Lo llamativo es que, pese a la magnitud de los señalamientos, el propio alcalde descartó presentar denuncias o emprender acciones legales. Argumentó que en muchos casos resulta “difícil” identificar a los responsables de estas plataformas y ejercer mecanismos como el derecho de réplica. En lugar de acudir a los tribunales, optó por llevar la discusión al terreno político y mediático.
La decisión ha generado cuestionamientos. Si las publicaciones constituyen información falsa o campañas de desprestigio, correspondería a las autoridades determinar responsabilidades. Sin embargo, la estrategia parece orientarse más a la confrontación pública que a una ruta jurídica.
El anuncio también ocurre en medio de cuestionamientos ciudadanos sobre temas como la crisis del agua, los baches, las inundaciones y obras pendientes. Para algunos observadores, el riesgo es que la conversación se concentre en las páginas críticas y no en los problemas que afectan a la ciudad.

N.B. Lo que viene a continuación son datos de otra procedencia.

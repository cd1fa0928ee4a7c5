import type { ConsolidationCase } from './primary-consolidation-settlement.js';
import type { AngularDistortionVerdict } from './judge-angular-distortion.js';
import type { DrainageBoundary, PreconsolidationBasis, SoilProfile } from '../profile/soil-profile.types.js';
import type { Footing, FootingShape, PressureBasis, StressMethod } from '../stress/footing.types.js';

/** Choices for a settlement check; every one has a stated default. */
export interface SettlementCheckOptions {
  /** Sublayers per compressible layer. Give this or sublayerMaxThicknessM; default: maximum 0.5 m. */
  readonly sublayerCount?: number;
  /** Largest sublayer thickness, m. */
  readonly sublayerMaxThicknessM?: number;
  /** Add the neighbours' stresses and elastic settlements. Default true. */
  readonly includeNeighbours?: boolean;
  /** Default 'boussinesq'. */
  readonly stressMethod?: StressMethod;
  /** Time for secondary compression, years after loading. Default 50. */
  readonly designLifeYears?: number;
  /** Times for the settlement–time curve, years; default 41 points from 0.01 to 100 years on log t. */
  readonly timesYears?: readonly number[];
  /**
   * 'centre' or 'centre-and-corners' (the corners of a rectangle or square, the
   * rim points on the axes of a circle, the two edges of a strip: see
   * EvaluationPointLabel). Default 'centre-and-corners'.
   */
  readonly evaluationPoints?: 'centre' | 'centre-and-corners';
  /** Share of primary consolidation taken as its end, where secondary compression starts (fraction). Default 0.95. */
  readonly endOfPrimaryShare?: number;
  /** Angular distortion the design must keep within. Default 1/500 (both Bjerrum 1963 and Skempton & MacDonald 1956). */
  readonly designAngularDistortion?: number;
  /** Only judge pairs of footings closer than this, m (centre to centre). Default: every pair. */
  readonly pairMaxDistanceM?: number;
  /**
   * Reduce each footing's immediate settlement under itself by Fox's (1948)
   * depth factor If(L/B, Df/B, ν of the layer below the base). Neighbours'
   * contributions are not reduced (Fox's factor is for the loaded area's own
   * mean settlement; leaving them whole errs on the side of more settlement).
   * Default false: Fox assumes the soil above the base is in place and
   * bonded to the footing, which an excavated and backfilled pit is not.
   */
  readonly applyFoxDepthFactor?: boolean;
  /** Total settlement a footing may reach, m; omitted: totals are not judged. */
  readonly totalSettlementLimitM?: number;
}

/** The whole check's input. */
export interface SettlementCheckInput {
  readonly profile: SoilProfile;
  readonly footings: readonly Footing[];
  readonly options?: SettlementCheckOptions;
}

/** How a layer's primary consolidation settlement is worked out. */
export type PrimaryMethod = 'e-log-stress' | 'mv';

/** The branch a sublayer's primary settlement used: an e–log σ′ case, or 'volume-compressibility' (mv·Δσ′·H). */
export type SublayerConsolidationCase = ConsolidationCase | 'volume-compressibility';

/** The parameters a layer contributed, as used, so every number can be traced. */
export interface LayerParametersUsed {
  readonly layerIndex: number;
  readonly name: string;
  readonly topDepthM: number;
  readonly bottomDepthM: number;
  readonly unitWeightKnPerM3: number;
  readonly saturatedUnitWeightKnPerM3: number;
  readonly compressible: boolean;
  readonly e0: number | null;
  readonly cc: number | null;
  readonly cs: number | null;
  /** Coefficient of volume compressibility as given, m²/kN. */
  readonly mvM2PerKn: number | null;
  /** 'e-log-stress' where e0 and cc are given, 'mv' where only mv is; null for a layer that does not consolidate. */
  readonly primaryMethod: PrimaryMethod | null;
  /**
   * How σ′p was carried through the layer: a constant σ′p, a constant OCR, a
   * constant POP = σ′p − σ′v0, or assumed normally consolidated; null for a
   * layer that does not consolidate, or an mv layer given no σ′p.
   */
  readonly preconsolidationBasis: PreconsolidationBasis | null;
  /** The constant σ′p given, kPa (basis 'preconsolidation-stress'). */
  readonly preconsolidationKpa: number | null;
  /** The OCR given (basis 'ocr'). */
  readonly ocr: number | null;
  /** The POP given, kPa (basis 'pre-overburden-pressure'). */
  readonly preOverburdenPressureKpa: number | null;
  readonly cvM2PerYr: number | null;
  readonly cAlpha: number | null;
  readonly elasticModulusKpa: number | null;
  readonly poissonRatio: number | null;
  readonly drainageTop: DrainageBoundary | null;
  readonly drainageBottom: DrainageBoundary | null;
  readonly drainagePathM: number | null;
  /** Time at which primary consolidation is taken to end (endOfPrimaryShare), years. */
  readonly endOfPrimaryYears: number | null;
}

/** One sublayer under a footing's centre. */
export interface SublayerSettlementRow {
  readonly layerIndex: number;
  readonly layerName: string;
  readonly topDepthM: number;
  readonly bottomDepthM: number;
  readonly midDepthM: number;
  readonly thicknessM: number;
  readonly initialEffectiveStressKpa: number;
  readonly preconsolidationKpa: number;
  readonly ownStressIncreaseKpa: number;
  readonly neighboursStressIncreaseKpa: number;
  readonly stressIncreaseKpa: number;
  readonly consolidationCase: SublayerConsolidationCase;
  readonly primarySettlementM: number;
  /** null where the layer has no cv, so the end of primary cannot be fixed, or (mv layers) no e0. */
  readonly secondarySettlementM: number | null;
}

/**
 * Where on a footing a point lies: the centre; the four corners of a rectangle
 * or square; for a circle, the four points of its rim on the x and y axes
 * through its centre ('edge-x-' at x − D/2, and so on: the rim points nearest
 * and farthest from neighbours set out on the plan's grid); for a strip, its
 * two edges across the width at the footing's station ('edge-x-', 'edge-x+').
 */
export type EvaluationPointLabel =
  | 'centre'
  | 'corner-x-y-'
  | 'corner-x+y-'
  | 'corner-x-y+'
  | 'corner-x+y+'
  | 'edge-x-'
  | 'edge-x+'
  | 'edge-y-'
  | 'edge-y+';

/** Settlements at one point of a footing, m. */
export interface PointSettlement {
  readonly label: EvaluationPointLabel;
  readonly xM: number;
  readonly yM: number;
  readonly immediateM: number;
  readonly primaryM: number;
  readonly secondaryM: number;
  readonly totalM: number;
}

/** One footing's results; the headline numbers are at its centre. */
export interface FootingSettlementResult {
  readonly id: string;
  /** The footing's shape as used ('rectangle' where none was given). */
  readonly shape: FootingShape;
  readonly xM: number;
  readonly yM: number;
  /** B, m: the diameter for a circle, the width across for a strip. */
  readonly widthM: number;
  /** L, m: a square's side again; null for a circle and a strip. */
  readonly lengthM: number | null;
  readonly depthM: number;
  /** Whether the load was given net or gross. */
  readonly pressureBasis: PressureBasis;
  /** Net pressure at founding level used for every stress and settlement, kPa. */
  readonly pressureKpa: number;
  /** The gross pressure given, kPa; null for a net load. */
  readonly grossPressureKpa: number | null;
  /** σv0 at the founding depth taken off the gross pressure, kPa; null for a net load. */
  readonly overburdenRemovedKpa: number | null;
  /** Net total load, kN (net pressure × plan area); null for a strip. */
  readonly loadKn: number | null;
  /** Net load per metre run, kN/m (net pressure × width); null except for a strip. */
  readonly loadKnPerM: number | null;
  /** Fox's depth factor applied to the footing's own immediate settlement (1 when the option is off). */
  readonly immediateDepthFactor: number;
  readonly immediateM: number;
  readonly primaryM: number;
  readonly secondaryM: number;
  readonly totalM: number;
  readonly points: readonly PointSettlement[];
  readonly sublayers: readonly SublayerSettlementRow[];
  readonly primaryByLayer: ReadonlyArray<{ readonly layerIndex: number; readonly primarySettlementM: number }>;
  /** Immediate + primary reached at each time (centre). */
  readonly timeCurve: ReadonlyArray<{ readonly timeYears: number; readonly settlementM: number }>;
  /** Years to 50 % and 90 % of primary settlement at the centre; null where it cannot be had. */
  readonly timeTo50PercentYears: number | null;
  readonly timeTo90PercentYears: number | null;
  /** Total against totalSettlementLimitM; null when no limit was given. */
  readonly withinTotalLimit: boolean | null;
}

/** Differential settlement between two footing centres. */
export interface FootingPairResult {
  readonly footingIds: readonly [string, string];
  readonly distanceM: number;
  readonly differentialSettlementM: number;
  readonly angularDistortion: number;
  readonly withinDesignLimit: boolean;
  readonly verdicts: readonly AngularDistortionVerdict[];
}

/** The whole check's output: plain data, safe to serialise. */
export interface SettlementCheckResult {
  readonly method: {
    readonly stressMethod: StressMethod;
    /** γw the pore pressures and effective stresses were worked out with, kN/m³. */
    readonly waterUnitWeightKnPerM3: number;
    readonly includeNeighbours: boolean;
    readonly sublayerSpacing: { readonly count: number } | { readonly maxThicknessM: number };
    readonly designLifeYears: number;
    readonly endOfPrimaryShare: number;
    readonly designAngularDistortion: number;
    readonly applyFoxDepthFactor: boolean;
    readonly notes: readonly string[];
  };
  readonly layers: readonly LayerParametersUsed[];
  readonly footings: readonly FootingSettlementResult[];
  readonly pairs: readonly FootingPairResult[];
  readonly warnings: readonly string[];
  readonly caution: string;
}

En círculos políticos surge otra lectura: que la verdadera intención sea construir una narrativa de confrontación rumbo a los movimientos electorales de 2027. Después de todo, señalar adversarios suele generar reflectores. El problema es que los reflectores pueden producir titulares, pero no necesariamente resuelven los pendientes que miles de potosinos siguen reclamando en las calles.